Same domain (chat.siati.ai/stop/...) as the chat webapp — purposely outside of the main API surface so it can be called as a fire-and-forget from a separate connection while a long-running messages POST is still streaming.

Server writes a Redis flag chat:stop:{id} that the streaming loop polls on every chunk. The model finishes the current chunk then breaks, and the assistant message is saved with whatever was generated up to that point, suffixed with \n\n_⏹ Generazione interrotta dall'utente._.

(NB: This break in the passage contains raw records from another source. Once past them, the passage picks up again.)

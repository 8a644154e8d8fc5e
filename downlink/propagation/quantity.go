package propagation

// Pressure is a pressure in pascals.
type Pressure float64

// Units of Pressure.
const (
	Pascal      Pressure = 1
	Hectopascal Pressure = 100
)

// Hectopascals returns the pressure in hPa.
func (p Pressure) Hectopascals() float64 { return float64(p) / 100 }

// VapourDensity is a density of water vapour in kg/m³.
type VapourDensity float64

// GramPerCubicMetre is the unit in which the Recommendations print VapourDensity.
const GramPerCubicMetre VapourDensity = 1e-3

// GramsPerCubicMetre returns the density in g/m³.
func (d VapourDensity) GramsPerCubicMetre() float64 { return float64(d) * 1e3 }

// Column is a mass of water over an area, along the vertical, in kg/m² (which is
// also millimetres of water).
type Column float64

// KilogramPerSquareMetre is the unit of Column.
const KilogramPerSquareMetre Column = 1

// RainRate is a rain rate in mm/h, over an integration time of one minute.
type RainRate float64

// MillimetrePerHour is the unit of RainRate.
const MillimetrePerHour RainRate = 1

// MillimetresPerHour returns the rate in mm/h.
func (r RainRate) MillimetresPerHour() float64 { return float64(r) }

// Exceedance is the fraction of an average year, 0 to 1, during which a value is
// exceeded. Write 1 % as 1*Percent.
type Exceedance float64

// Percent is one percent of an average year.
const Percent Exceedance = 0.01

// Percents returns the fraction in percent.
func (e Exceedance) Percents() float64 { return float64(e) * 100 }
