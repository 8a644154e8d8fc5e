package station

import (
	"time"

	"slantwise/orbit/unit"
)

// ElevationKind says which elevation a value is: geometric, the straight line's, or
// apparent, the refracted ray's as an eye at the station sees it.
type ElevationKind int

// Kinds of elevation.
const (
	Geometric ElevationKind = iota
	Apparent
)

// Site is a place on the ground with its horizon.
type Site struct {
	Name             string
	Latitude         unit.Angle     // geodetic, WGS-84, [-90°, 90°], north positive
	Longitude        unit.Angle     // [-180°, 180°], east positive
	Altitude         unit.Length    // above the WGS-84 ellipsoid
	GeoidHeight      unit.Length    // of the geoid above the ellipsoid; Altitude - GeoidHeight is above sea level
	TimeZone         *time.Location // nil where none is given
	MinimumElevation unit.Angle     // [-5°, 90°), compared in the kind that decides AOS and LOS
	Mask             *Mask          // nil where the horizon is bare
	MergeGap         time.Duration  // interruptions of at most this length do not split a contact
}
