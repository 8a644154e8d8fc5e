// Package station describes what stands on the ground: the site with its horizon,
// the look angles from it, the antenna and the receiver.
//
// It knows nothing of transmitters and budgets. Sites are WGS-84, azimuth counts
// clockwise from true north, elevation from the plane normal to the ellipsoid.
package station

Full client example (TypeScript)

typescript
const BASE = 'https://my.siati.ai/api/v1';
const headers = {
  'Authorization': `Bearer ${jwt}`,
  'Content-Type':  'application/json',
  'Accept':        'application/json',
};

// 1) Create a session
const conv = await fetch(`${BASE}/chat/sessions`, {
  method: 'POST', headers,
  body: JSON.stringify({ model: 'apertus-70b-instruct' }),
}).then(r => r.json());

// 2) Send a message and consume the SSE stream
const resp = await fetch(`${BASE}/chat/sessions/${conv.id}/messages`, {
  method: 'POST',
  headers: { ...headers, 'Accept': 'text/event-stream' },
  body: JSON.stringify({
    content: 'Spiegami il teorema di Pitagora con un esempio.',
    model:   'apertus-70b-instruct',
    tier:    'fast',
  }),
});

const reader = resp.body!.getReader();
const decoder = new TextDecoder();
let buf = '';
let assistantText = '';

while (true) {
  const { done, value } = await reader.read();
  if (done) break;
  buf += decoder.decode(value, { stream: true });

  // SSE frames: 'data: {…}\n\n'
  let frameEnd;
  while ((frameEnd = buf.indexOf('\n\n')) !== -1) {
    const frame = buf.slice(0, frameEnd);
    buf = buf.slice(frameEnd + 2);
    if (!frame.startsWith('data: ')) continue;
    const ev = JSON.parse(frame.slice(6));

    if (ev.type === 'delta') {
      assistantText += ev.text;
      updateUI(assistantText);
    }
    if (ev.type === 'done') {
      saveMessage(conv.id, assistantText, ev);
      if (ev.title_job_queued) {
        // Poll once after ~2s to pick up the auto-title
        setTimeout(async () => {
          const fresh = await fetch(`${BASE}/chat/sessions/${conv.id}`, { headers }).then(r => r.json());
          updateTitle(fresh.title);
        }, 2000);
      }
    }
    if (ev.type === 'error') {
      showError(ev.message);
    }
  }
}

Errors

HTTP When
401 JWT missing/expired/invalid
404 Conversation not found or not owned by you
422 Validation failed (e.g. content empty or too long)
429 Rate limit hit for your plan/tier (see Rate limits)
503 No backend healthy for the requested (model, tier)

Errors during SSE streaming are emitted as data: {"type":"error", …} followed by data: {"type":"done", …, "outcome":"error"}. The HTTP status is still 200 (the response started successfully).

Differences vs developer API

Developer API (api.siati.ai) Sessions API (my.siati.ai/api/v1)
Auth Bearer API key Bearer JWT
State Stateless Server-side conversations
Format OpenAI-compatible Custom, simplified
Streaming OpenAI SSE chunks {type:delta,text} / {type:done,…}
Auto-title No Yes, via background job
Stop-on-demand No (close connection) POST /stop/{id}
History management You manage Server manages
Use case Backend integration, OpenAI SDK migration Mobile apps, web chat UIs

For a chat app, use this sessions API. For backend code that already speaks OpenAI, use the developer API.